Segment Start: Exercise data

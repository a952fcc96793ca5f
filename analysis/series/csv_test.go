package series

import (
	"errors"
	"math"
	"os"
	"strings"
	"testing"
)

func readString(t *testing.T, s string) (*Frame, error) {
	t.Helper()
	return ReadCSV(strings.NewReader(s), "t.csv")
}

func TestReadCSVMacrodata(t *testing.T) {
	fh, err := os.Open("../../testdata/data/macrodata.csv")
	if err != nil {
		t.Fatal(err)
	}
	defer fh.Close()
	f, err := ReadCSV(fh, "macrodata.csv")
	if err != nil {
		t.Fatal(err)
	}
	// The file (exported by testdata/scripts/export_datasets.sh from
	// statsmodels' macrodata) has 203 quarters, 1959Q1–2009Q3, and 12
	// data columns; the first row's realgdp is 2710.349.
	if f.Freq != Quarterly || f.Len() != 203 || len(f.Names) != 12 {
		t.Fatalf("got %v, %d rows, %d columns", f.Freq, f.Len(), len(f.Names))
	}
	if f.Dates[0].String() != "1959Q1" || f.Dates[202].String() != "2009Q3" {
		t.Errorf("dates %v … %v", f.Dates[0], f.Dates[202])
	}
	v, ok := f.Column("realgdp")
	if !ok || v[0] != 2710.349 {
		t.Errorf("realgdp[0] = %v, %v", v, ok)
	}
	if f.Lines[0] != 2 || f.Lines[202] != 204 {
		t.Errorf("lines %d, %d", f.Lines[0], f.Lines[202])
	}
}

func TestReadCSVSmoke(t *testing.T) {
	f, err := readString(t, "date;x;y\r\n1990-01;1;NA\r\n1990-02;2,5;3\r\n")
	if err == nil {
		t.Fatalf("semicolon file with a decimal comma should fail, got %+v", f)
	}
	f, err = readString(t, "\xEF\xBB\xBFdate;x;y\r\n1990-01;1;NA\r\n1990-02;2.5;3\r\n")
	if err != nil {
		t.Fatal(err)
	}
	y, _ := f.Column("y")
	if f.Freq != Monthly || !math.IsNaN(y[0]) || y[1] != 3 {
		t.Errorf("got %v %v", f.Freq, y)
	}
	var de *DataError
	_, err = readString(t, "date,x\n1990Q1,1\n1990Q3,2\n")
	if !errors.As(err, &de) || err.Error() != "t.csv:3: column date: date 1990Q3 follows 1990Q1 (line 2): 1990Q2 is missing" {
		t.Errorf("got %v", err)
	}
}

func TestEvalSmoke(t *testing.T) {
	f, err := readString(t, "date,x,y\n1990,1,2\n1991,2,4\n1992,4,8\n")
	if err != nil {
		t.Fatal(err)
	}
	e, err := ParseExpr("dlog(x) + lag(y, 1)/2")
	if err != nil {
		t.Fatal(err)
	}
	s, err := Eval(e, f)
	if err != nil {
		t.Fatal(err)
	}
	if s.Name != "dlog(x) + lag(y, 1) / 2" || !math.IsNaN(s.Values[0]) || math.Abs(s.Values[1]-(math.Log(2)+1)) > 1e-15 {
		t.Errorf("got %q %v", s.Name, s.Values)
	}
	a, err := Align([]*Series{s})
	if err != nil || a.Len() != 2 || a.Dates[0].String() != "1991" {
		t.Errorf("align %+v %v", a, err)
	}
	w, err := ParseWindow("1991..")
	if err != nil {
		t.Fatal(err)
	}
	r, err := w.Apply(s)
	if err != nil || r.Len() != 2 {
		t.Errorf("window %+v %v", r, err)
	}
}

func stringsReader(s string) *strings.Reader { return strings.NewReader(s) }
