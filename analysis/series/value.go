package series

import (
	"fmt"
	"math"
)

// parseValue reads one data cell. Missing values (an empty cell, NA, .
// or NaN in any case) give NaN. Anything that is not a
// plain decimal number (optional sign, digits with an optional decimal
// point, optional exponent) is refused, as are infinite values and
// numbers too large for float64. It does not allocate unless it fails.
func parseValue(s string) (float64, error) {
	s = trimSpace(s)
	if isMissing(s) {
		return math.NaN(), nil
	}
	v, plain, err := plainNumber(s)
	if !plain {
		if isInfText(s) {
			return 0, fmt.Errorf("infinite value %q (write an empty cell or NA for a missing value)", s)
		}
		return 0, fmt.Errorf("not a number: %q", clip(s, 40))
	}
	if err != nil {
		return 0, fmt.Errorf("value %s is too large for a 64-bit float", clip(s, 40))
	}
	return v, nil
}

// isMissing reports whether s is one of the missing-value marks.
func isMissing(s string) bool {
	switch len(s) {
	case 0:
		return true
	case 1:
		return s == "."
	case 2:
		return (s[0]|0x20) == 'n' && (s[1]|0x20) == 'a'
	case 3:
		return (s[0]|0x20) == 'n' && (s[1]|0x20) == 'a' && (s[2]|0x20) == 'n'
	}
	return false
}

// isInfText reports whether s spells an infinity (inf, +Infinity, …).
func isInfText(s string) bool {
	if s != "" && (s[0] == '+' || s[0] == '-') {
		s = s[1:]
	}
	return equalFold(s, "inf") || equalFold(s, "infinity")
}

func equalFold(s, lower string) bool {
	if len(s) != len(lower) {
		return false
	}
	for i := 0; i < len(s); i++ {
		c := s[i]
		if 'A' <= c && c <= 'Z' {
			c += 'a' - 'A'
		}
		if c != lower[i] {
			return false
		}
	}
	return true
}
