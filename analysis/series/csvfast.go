package series

import (
	"bytes"
	"runtime"
	"strings"
	"sync"
	"unsafe"
)

// ReadCSVBytes is ReadCSV on a file already in memory.
func ReadCSVBytes(raw []byte, source string) (*Frame, error) {
	return ReadCSVBytesAs(raw, source, Undated)
}

// ReadCSVBytesAs is ReadCSVAs on a file already in memory: the same
// rules, the same frame and the same errors. A file without quotes and
// without a carriage return other than before a line feed — what
// numbers-only data files are — is split in place: the rows are counted
// first so that every column, the dates and the line numbers are
// allocated once, the fields are substrings of one copy of the file,
// and the values of a long file are parsed on every core. Any other file goes through ReadCSVAs (encoding/csv).
func ReadCSVBytesAs(raw []byte, source string, freq Freq) (*Frame, error) {
	if f, err, ok := readPlainCSV(raw, source, freq); ok {
		return f, err
	}
	return ReadCSVAs(bytes.NewReader(raw), source, freq)
}

// plainCSV reports whether raw can be split without encoding/csv's
// quoting rules: no quote at all, and every carriage return directly
// before a line feed (encoding/csv drops those; any other one is data).
func plainCSV(raw []byte) bool {
	if bytes.IndexByte(raw, '"') >= 0 {
		return false
	}
	for i := bytes.IndexByte(raw, '\r'); i >= 0; {
		if i+1 >= len(raw) || raw[i+1] != '\n' {
			return false
		}
		j := bytes.IndexByte(raw[i+1:], '\r')
		if j < 0 {
			break
		}
		i += 1 + j
	}
	return true
}

// readPlainCSV reads a plain file (see plainCSV) as ReadCSVAs would; ok
// is false when the file is not plain or has no header row, and the
// caller must use the general reader.
func readPlainCSV(raw []byte, source string, freq Freq) (f *Frame, err error, ok bool) {
	if bytes.HasPrefix(raw, []byte("\xEF\xBB\xBF")) {
		raw = raw[3:]
	}
	if !plainCSV(raw) {
		return nil, nil, false
	}
	head := raw
	if len(head) > 64<<10 { // the general reader looks at this much
		head = head[:64<<10]
	}
	comma := byte(detectDelimiter(head))
	// Every field is a substring of s, which is raw itself, not a copy
	// (copying a large file into new memory cost ~1 ms a megabyte, most
	// of it in page faults): no substring outlives this call, since the
	// header's names are copied when the header is read (setHeader) and
	// every other field becomes a number or a date.
	s := unsafe.String(unsafe.SliceData(raw), len(raw))
	t := newTable(source, freq)
	t.rowsHint = strings.Count(s, "\n") + 1
	parallel := false // decided from the header's width
	var spans []int32 // parallel: start and end of each data row in s
	var fields []string
	line, header, pos := 0, false, 0
	var headErr error // the first width or date error (parallel)
	for pos < len(s) {
		line++
		start := pos
		end := len(s)
		if i := strings.IndexByte(s[pos:], '\n'); i >= 0 {
			end = pos + i
			pos = end + 1
		} else {
			pos = end
		}
		if end > start && s[end-1] == '\r' {
			end--
		}
		if end == start { // encoding/csv skips empty lines
			continue
		}
		fields = splitFields(fields[:0], s[start:end], comma)
		if !header {
			if err := t.setHeader(fields, line); err != nil {
				return nil, err, true
			}
			header = true
			parallel = t.rowsHint*len(fields) >= parallelCells && runtime.GOMAXPROCS(0) > 1
			if parallel {
				spans = make([]int32, 0, 2*t.rowsHint)
			}
			continue
		}
		if !parallel {
			if err := t.addRow(fields, line); err != nil {
				return nil, err, true
			}
			continue
		}
		if err := t.addRowHead(fields, line); err != nil {
			headErr = err
			break
		}
		spans = append(spans, int32(start), int32(end))
	}
	if !header {
		return nil, nil, false
	}
	if parallel {
		if err := t.parseValuesParallel(s, comma, spans); err != nil {
			return nil, err, true
		}
		if headErr != nil {
			return nil, headErr, true
		}
	}
	f, err = t.finish()
	return f, err, true
}

// parallelCells is the number of cells (rows times columns) from which
// readPlainCSV parses the values on every core: the rows are split and
// dated in order first (those checks read the rows before), then the
// values, independent of each other, are parsed in contiguous blocks at
// the same time.
const parallelCells = 32768

// splitFields appends the fields of one line to fields.
func splitFields(fields []string, l string, comma byte) []string {
	for {
		i := strings.IndexByte(l, comma)
		if i < 0 {
			return append(fields, l)
		}
		fields = append(fields, l[:i])
		l = l[i+1:]
	}
}

// parseValuesParallel parses the values of the rows whose spans in s
// are given (two offsets a row) into the columns, in contiguous blocks
// on every core, and returns the error of the earliest row with a bad
// value, as a reading in order would.
func (t *table) parseValuesParallel(s string, comma byte, spans []int32) error {
	n := len(spans) / 2
	for k := range t.f.cols {
		t.f.cols[k] = t.f.cols[k][:n] // rowsHint ≥ n: no new array
	}
	workers := min(runtime.GOMAXPROCS(0), 8, max(n*max(len(t.f.cols), 1)/(parallelCells/2), 1))
	errs := make([]error, workers)
	var wg sync.WaitGroup
	for w := 0; w < workers; w++ {
		lo, hi := n*w/workers, n*(w+1)/workers
		wg.Add(1)
		go func() {
			defer wg.Done()
			var fields []string
			for i := lo; i < hi; i++ {
				fields = splitFields(fields[:0], s[spans[2*i]:spans[2*i+1]], comma)
				if err := t.parseValuesAt(fields, t.f.Lines[i], i); err != nil {
					errs[w] = err // the first in this block; blocks are in order
					return
				}
			}
		}()
	}
	wg.Wait()
	for _, err := range errs {
		if err != nil {
			return err
		}
	}
	return nil
}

Segment End: Exercise data

*Work task*. In the entries above, find each line with the word "dlog" and copy it.

*Written solution*.
	e, err := ParseExpr("dlog(x) + lag(y, 1)/2")
	if s.Name != "dlog(x) + lag(y, 1) / 2" || !math.IsNaN(s.Values[0]) || math.Abs(s.Values[1]-(math.Log(2)+1)) > 1e-15 {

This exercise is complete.